__Problem to solve__
Would you return, word for word, the lines of the data below from the line with "filename tests/WaveSim.Tests/Sweeps/SweepPanelGapTests.cs" through the line with "double pin = 1", and no others?

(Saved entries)
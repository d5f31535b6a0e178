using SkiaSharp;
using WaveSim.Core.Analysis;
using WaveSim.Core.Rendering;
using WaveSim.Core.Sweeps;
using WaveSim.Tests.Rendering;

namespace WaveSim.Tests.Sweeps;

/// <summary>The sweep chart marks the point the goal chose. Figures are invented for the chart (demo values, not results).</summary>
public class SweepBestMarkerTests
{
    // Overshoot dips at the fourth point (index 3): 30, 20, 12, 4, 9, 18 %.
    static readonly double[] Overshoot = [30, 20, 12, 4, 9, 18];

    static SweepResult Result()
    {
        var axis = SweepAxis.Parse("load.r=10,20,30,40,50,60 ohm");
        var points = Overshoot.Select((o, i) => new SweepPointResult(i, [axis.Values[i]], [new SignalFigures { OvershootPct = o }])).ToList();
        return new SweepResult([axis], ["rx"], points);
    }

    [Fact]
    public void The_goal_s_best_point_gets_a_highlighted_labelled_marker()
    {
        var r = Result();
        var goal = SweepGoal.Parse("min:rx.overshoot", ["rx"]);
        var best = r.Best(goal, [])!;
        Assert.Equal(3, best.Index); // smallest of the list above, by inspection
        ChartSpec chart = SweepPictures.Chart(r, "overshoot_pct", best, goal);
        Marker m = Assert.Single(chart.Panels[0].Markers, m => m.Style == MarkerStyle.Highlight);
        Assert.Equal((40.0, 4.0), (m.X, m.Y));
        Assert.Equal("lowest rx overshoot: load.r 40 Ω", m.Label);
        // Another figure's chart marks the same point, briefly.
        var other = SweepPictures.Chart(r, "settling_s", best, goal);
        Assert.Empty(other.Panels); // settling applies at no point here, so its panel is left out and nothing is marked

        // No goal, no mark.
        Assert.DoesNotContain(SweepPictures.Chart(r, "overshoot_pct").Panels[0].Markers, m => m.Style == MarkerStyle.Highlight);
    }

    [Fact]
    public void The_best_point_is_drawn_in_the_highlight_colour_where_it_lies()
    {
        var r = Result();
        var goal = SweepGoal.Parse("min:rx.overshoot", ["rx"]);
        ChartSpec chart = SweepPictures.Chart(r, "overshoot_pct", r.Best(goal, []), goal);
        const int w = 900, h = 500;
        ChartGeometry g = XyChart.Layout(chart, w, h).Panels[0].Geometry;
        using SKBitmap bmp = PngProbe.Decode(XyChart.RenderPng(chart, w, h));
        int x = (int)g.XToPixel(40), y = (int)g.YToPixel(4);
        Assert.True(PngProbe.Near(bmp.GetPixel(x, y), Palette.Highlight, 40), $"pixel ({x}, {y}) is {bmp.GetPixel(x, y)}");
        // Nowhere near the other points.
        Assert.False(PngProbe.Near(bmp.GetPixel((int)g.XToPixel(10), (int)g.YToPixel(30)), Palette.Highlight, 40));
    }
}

==

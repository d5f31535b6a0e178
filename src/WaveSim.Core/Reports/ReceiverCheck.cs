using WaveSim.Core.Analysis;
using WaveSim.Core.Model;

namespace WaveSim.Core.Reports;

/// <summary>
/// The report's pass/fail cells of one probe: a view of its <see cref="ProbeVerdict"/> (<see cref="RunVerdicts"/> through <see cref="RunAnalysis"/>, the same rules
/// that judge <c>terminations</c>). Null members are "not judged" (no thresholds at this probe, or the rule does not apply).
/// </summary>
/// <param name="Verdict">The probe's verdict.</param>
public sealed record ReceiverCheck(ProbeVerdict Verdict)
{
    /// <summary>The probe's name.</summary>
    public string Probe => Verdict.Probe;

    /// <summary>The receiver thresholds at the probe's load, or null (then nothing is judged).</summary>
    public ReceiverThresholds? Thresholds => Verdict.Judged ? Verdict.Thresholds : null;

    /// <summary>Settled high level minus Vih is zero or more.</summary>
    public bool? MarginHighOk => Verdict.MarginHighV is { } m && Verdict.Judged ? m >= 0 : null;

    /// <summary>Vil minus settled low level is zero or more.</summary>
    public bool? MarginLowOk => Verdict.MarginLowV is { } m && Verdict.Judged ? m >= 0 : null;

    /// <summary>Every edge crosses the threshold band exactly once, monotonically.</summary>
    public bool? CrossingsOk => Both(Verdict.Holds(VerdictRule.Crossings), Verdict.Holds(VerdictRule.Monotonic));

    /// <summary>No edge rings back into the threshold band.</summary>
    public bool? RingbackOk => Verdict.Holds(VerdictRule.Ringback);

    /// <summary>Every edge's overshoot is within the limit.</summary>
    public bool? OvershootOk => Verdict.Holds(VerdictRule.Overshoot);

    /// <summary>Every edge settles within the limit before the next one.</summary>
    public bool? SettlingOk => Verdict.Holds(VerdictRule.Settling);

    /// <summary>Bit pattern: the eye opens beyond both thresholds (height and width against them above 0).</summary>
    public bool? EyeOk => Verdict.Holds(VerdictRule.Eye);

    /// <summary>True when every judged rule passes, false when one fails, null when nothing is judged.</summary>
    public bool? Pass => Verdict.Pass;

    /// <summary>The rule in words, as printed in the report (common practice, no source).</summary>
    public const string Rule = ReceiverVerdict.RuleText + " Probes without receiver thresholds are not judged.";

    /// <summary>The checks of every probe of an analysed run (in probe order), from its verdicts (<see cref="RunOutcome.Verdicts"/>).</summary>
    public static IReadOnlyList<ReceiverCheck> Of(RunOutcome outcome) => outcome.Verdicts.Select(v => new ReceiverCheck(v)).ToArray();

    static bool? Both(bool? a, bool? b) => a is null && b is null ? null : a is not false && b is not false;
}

...

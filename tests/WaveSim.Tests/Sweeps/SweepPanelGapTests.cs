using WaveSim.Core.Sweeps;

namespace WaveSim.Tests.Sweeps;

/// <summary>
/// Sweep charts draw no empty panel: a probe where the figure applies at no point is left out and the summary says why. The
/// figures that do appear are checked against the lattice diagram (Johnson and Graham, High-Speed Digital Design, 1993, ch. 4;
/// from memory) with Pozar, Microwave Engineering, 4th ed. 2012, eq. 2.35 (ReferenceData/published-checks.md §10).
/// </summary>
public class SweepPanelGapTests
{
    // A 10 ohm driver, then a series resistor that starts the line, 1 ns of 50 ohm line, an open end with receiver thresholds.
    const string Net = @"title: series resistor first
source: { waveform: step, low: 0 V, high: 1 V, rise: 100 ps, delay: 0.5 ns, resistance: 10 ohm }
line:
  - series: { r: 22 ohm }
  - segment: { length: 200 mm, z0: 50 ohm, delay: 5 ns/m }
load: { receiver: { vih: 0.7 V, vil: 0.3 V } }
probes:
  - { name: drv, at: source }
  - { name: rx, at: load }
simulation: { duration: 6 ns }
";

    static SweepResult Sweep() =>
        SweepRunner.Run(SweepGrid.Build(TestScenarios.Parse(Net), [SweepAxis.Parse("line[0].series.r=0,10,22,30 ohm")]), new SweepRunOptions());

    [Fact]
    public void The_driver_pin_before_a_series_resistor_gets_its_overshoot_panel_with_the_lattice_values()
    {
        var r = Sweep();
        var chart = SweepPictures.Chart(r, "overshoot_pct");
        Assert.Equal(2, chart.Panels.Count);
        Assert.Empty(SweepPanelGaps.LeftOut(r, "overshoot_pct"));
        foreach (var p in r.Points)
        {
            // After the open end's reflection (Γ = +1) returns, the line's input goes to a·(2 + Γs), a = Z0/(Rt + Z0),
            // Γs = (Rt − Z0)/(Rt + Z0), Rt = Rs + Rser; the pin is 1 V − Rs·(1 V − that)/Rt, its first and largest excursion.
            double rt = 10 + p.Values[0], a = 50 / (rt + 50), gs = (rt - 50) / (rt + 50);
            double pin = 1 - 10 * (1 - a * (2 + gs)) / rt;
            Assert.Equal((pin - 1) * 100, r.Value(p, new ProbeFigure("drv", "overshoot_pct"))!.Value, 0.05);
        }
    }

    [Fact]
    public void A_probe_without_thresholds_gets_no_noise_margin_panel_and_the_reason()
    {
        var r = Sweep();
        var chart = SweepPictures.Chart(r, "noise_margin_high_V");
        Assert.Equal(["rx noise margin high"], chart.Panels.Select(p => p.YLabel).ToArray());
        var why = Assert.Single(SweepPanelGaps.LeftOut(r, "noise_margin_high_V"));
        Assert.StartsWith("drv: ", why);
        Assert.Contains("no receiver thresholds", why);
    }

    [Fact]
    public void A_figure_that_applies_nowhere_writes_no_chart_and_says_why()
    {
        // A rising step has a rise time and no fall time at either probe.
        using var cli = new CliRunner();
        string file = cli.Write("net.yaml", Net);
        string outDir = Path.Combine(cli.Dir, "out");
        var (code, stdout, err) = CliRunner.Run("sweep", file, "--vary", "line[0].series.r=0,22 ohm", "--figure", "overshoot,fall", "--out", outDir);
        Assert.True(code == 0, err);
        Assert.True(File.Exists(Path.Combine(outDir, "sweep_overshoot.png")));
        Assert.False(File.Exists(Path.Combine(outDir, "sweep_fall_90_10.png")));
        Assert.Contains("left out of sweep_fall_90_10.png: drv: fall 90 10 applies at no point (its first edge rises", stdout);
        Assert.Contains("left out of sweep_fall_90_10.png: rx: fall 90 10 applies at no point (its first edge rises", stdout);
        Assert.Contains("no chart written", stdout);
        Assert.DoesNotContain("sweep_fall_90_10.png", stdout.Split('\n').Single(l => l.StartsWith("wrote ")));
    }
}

__Exercise result__
filename tests/WaveSim.Tests/Sweeps/SweepPanelGapTests.cs
using WaveSim.Core.Sweeps;

namespace WaveSim.Tests.Sweeps;

/// <summary>
/// Sweep charts draw no empty panel: a probe where the figure applies at no point is left out and the summary says why. The
/// figures that do appear are checked against the lattice diagram (Johnson and Graham, High-Speed Digital Design, 1993, ch. 4;
/// from memory) with Pozar, Microwave Engineering, 4th ed. 2012, eq. 2.35 (ReferenceData/published-checks.md §10).
/// </summary>
public class SweepPanelGapTests
{
    // A 10 ohm driver, then a series resistor that starts the line, 1 ns of 50 ohm line, an open end with receiver thresholds.
    const string Net = @"title: series resistor first
source: { waveform: step, low: 0 V, high: 1 V, rise: 100 ps, delay: 0.5 ns, resistance: 10 ohm }
line:
  - series: { r: 22 ohm }
  - segment: { length: 200 mm, z0: 50 ohm, delay: 5 ns/m }
load: { receiver: { vih: 0.7 V, vil: 0.3 V } }
probes:
  - { name: drv, at: source }
  - { name: rx, at: load }
simulation: { duration: 6 ns }
";

    static SweepResult Sweep() =>
        SweepRunner.Run(SweepGrid.Build(TestScenarios.Parse(Net), [SweepAxis.Parse("line[0].series.r=0,10,22,30 ohm")]), new SweepRunOptions());

    [Fact]
    public void The_driver_pin_before_a_series_resistor_gets_its_overshoot_panel_with_the_lattice_values()
    {
        var r = Sweep();
        var chart = SweepPictures.Chart(r, "overshoot_pct");
        Assert.Equal(2, chart.Panels.Count);
        Assert.Empty(SweepPanelGaps.LeftOut(r, "overshoot_pct"));
        foreach (var p in r.Points)
        {
            // After the open end's reflection (Γ = +1) returns, the line's input goes to a·(2 + Γs), a = Z0/(Rt + Z0),
            // Γs = (Rt − Z0)/(Rt + Z0), Rt = Rs + Rser; the pin is 1 V − Rs·(1 V − that)/Rt, its first and largest excursion.
            double rt = 10 + p.Values[0], a = 50 / (rt + 50), gs = (rt - 50) / (rt + 50);
            double pin = 1 - 10 * (1 - a * (2 + gs)) / rt;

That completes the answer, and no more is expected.